My friend’s son has benefited from this battle. For some years now, he has had a one-to-one education. And maybe that sounds indulgent, unnecessary, but that little boy can communicate now, through sign language. He will meet your eye, hold your hand, hug; he will push in between his siblings with his computer and sit with them on the sofa to look at his treasured tank engines carry on their grand encounters while his brother and sister watch TV. And that’s big, big progress.

And maybe some forgot that small things are big, that individual lives matter more than the accumulation of profit, more than the heehaw of acquisition.

His school hours have been cut, his home help is gone, his respite hours have been decimated. His parents have one night off every five weeks. He still needs help toileting, he still needs constant supervision, he still struggles to sleep. Adolescence brought rage and confusion. And now he is 15, and nobody knows where he will be in three years’ time.

His education, forged from determination, is changing due to cutbacks. One-to-one with a professionally qualified teacher will eventually become six-to-one.

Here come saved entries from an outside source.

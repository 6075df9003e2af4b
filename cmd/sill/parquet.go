package main

import (
	"bytes"
	"context"
	"fmt"
	"io"
	"os"
	"path/filepath"
	"strings"

	"github.com/sill-tool/sill/internal/scores"
)

// readParquet reads a Parquet file, or Parquet on standard input (which is
// read into memory first, as Parquet is read from its end), when --input
// parquet says so or the file begins with Parquet's magic bytes. handled
// is false when the input is not Parquet.
func readParquet(ctx context.Context, path string, stdin io.Reader, file *os.File, opt scores.Options) (set *scores.Set, handled bool, err error) {
	if file == nil {
		if opt.Input != scores.InputParquet {
			return nil, false, nil
		}
		data, err := io.ReadAll(readerWithContext(ctx, stdin))
		if err != nil {
			return nil, true, fmt.Errorf("read scores: %w", err)
		}
		set, err := scores.ReadParquet(bytes.NewReader(data), int64(len(data)), path, parquetOptions(opt))
		return set, true, err
	}
	magic := make([]byte, len(scores.ParquetMagic))
	isParquet := false
	if _, err := file.ReadAt(magic, 0); err == nil && bytes.Equal(magic, scores.ParquetMagic) {
		isParquet = true
	}
	switch {
	case isParquet && opt.Input != scores.InputAuto && opt.Input != scores.InputParquet:
		return nil, true, parquetContradiction(path, opt.Input)
	case !isParquet && opt.Input != scores.InputParquet:
		return nil, false, nil
	}
	info, err := file.Stat()
	if err != nil {
		return nil, true, fmt.Errorf("read scores: %w", err)
	}
	set, err = scores.ReadParquet(readerAtWithContext(ctx, file), info.Size(), path, parquetOptions(opt))
	return set, true, err
}

// parquetContradiction is the error for a Parquet file given with --input
// csv or jsonl: reading it as text could only fail on the binary, so the
// contradiction is refused in words.
func parquetContradiction(path, input string) error {
	return fmt.Errorf("%s: --input %s, but the file begins with Parquet's magic bytes %q, expected %s text (leave out --input, or give --input parquet)", path, input, scores.ParquetMagic, map[string]string{scores.InputCSV: "delimited", scores.InputJSONL: "JSON Lines"}[input])
}

func parquetOptions(opt scores.Options) scores.Options {
	opt.Input = scores.InputParquet
	return opt
}

// readParquetFolder reads a folder of Parquet part files, as Spark writes
// a table: every *.parquet file in it, in name order, skipping names that
// begin with _ or . (such as _SUCCESS). handled is false when the folder
// holds no such file.
func readParquetFolder(dir string, opt scores.Options) (set *scores.Set, handled bool, err error) {
	entries, err := os.ReadDir(dir)
	if err != nil {
		return nil, false, nil
	}
	var files []scores.ParquetFile
	for _, e := range entries { // ReadDir sorts by name
		name := e.Name()
		if e.IsDir() || !strings.HasSuffix(name, ".parquet") || strings.HasPrefix(name, "_") || strings.HasPrefix(name, ".") {
			continue
		}
		path := filepath.Join(dir, name)
		f, err := os.Open(path)
		if err != nil {
			return nil, true, fmt.Errorf("read scores: %w", err)
		}
		defer f.Close()
		info, err := f.Stat()
		if err != nil {
			return nil, true, fmt.Errorf("read scores: %w", err)
		}
		files = append(files, scores.ParquetFile{Data: f, Size: info.Size(), Name: path})
	}
	if len(files) == 0 {
		return nil, false, nil
	}
	set, err = scores.ReadParquetFiles(files, dir, parquetOptions(opt))
	return set, true, err
}

// seekableStdin returns standard input as a file that can seek, as when it
// is redirected from a file, so that the block reader can take it; nil for
// a pipe or a terminal.
func seekableStdin(stdin io.Reader) io.ReadSeeker {
	file, ok := stdin.(*os.File)
	if !ok {
		return nil
	}
	if info, err := file.Stat(); err != nil || !info.Mode().IsRegular() {
		return nil
	}
	if _, err := file.Seek(0, io.SeekCurrent); err != nil {
		return nil
	}
	return file
}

The future is bleak, as essential services meet the relentless slashing of funds.

“Are you coping?” my friend was asked recently by a tired social worker, who was trying to juggle overstretched and underfunded resources. “I’m coping,” my friend answered, because it was a good day, had been a good week, the sun had shone, the trampoline was dry. “That’s good,” the social worker answered, “because I have nothing to offer you.”

My friend is tired; all the parents are tired, battle-weary. “What makes me sad,” she says, “is all the little children coming through who won’t have what my son had.”

Her family is just one family. Her son is just one, sweet child. I hope that President Higgins is right, and that we have the fight left in us to be heroic, to quell the aberrant voices, to secure a just future for all our children.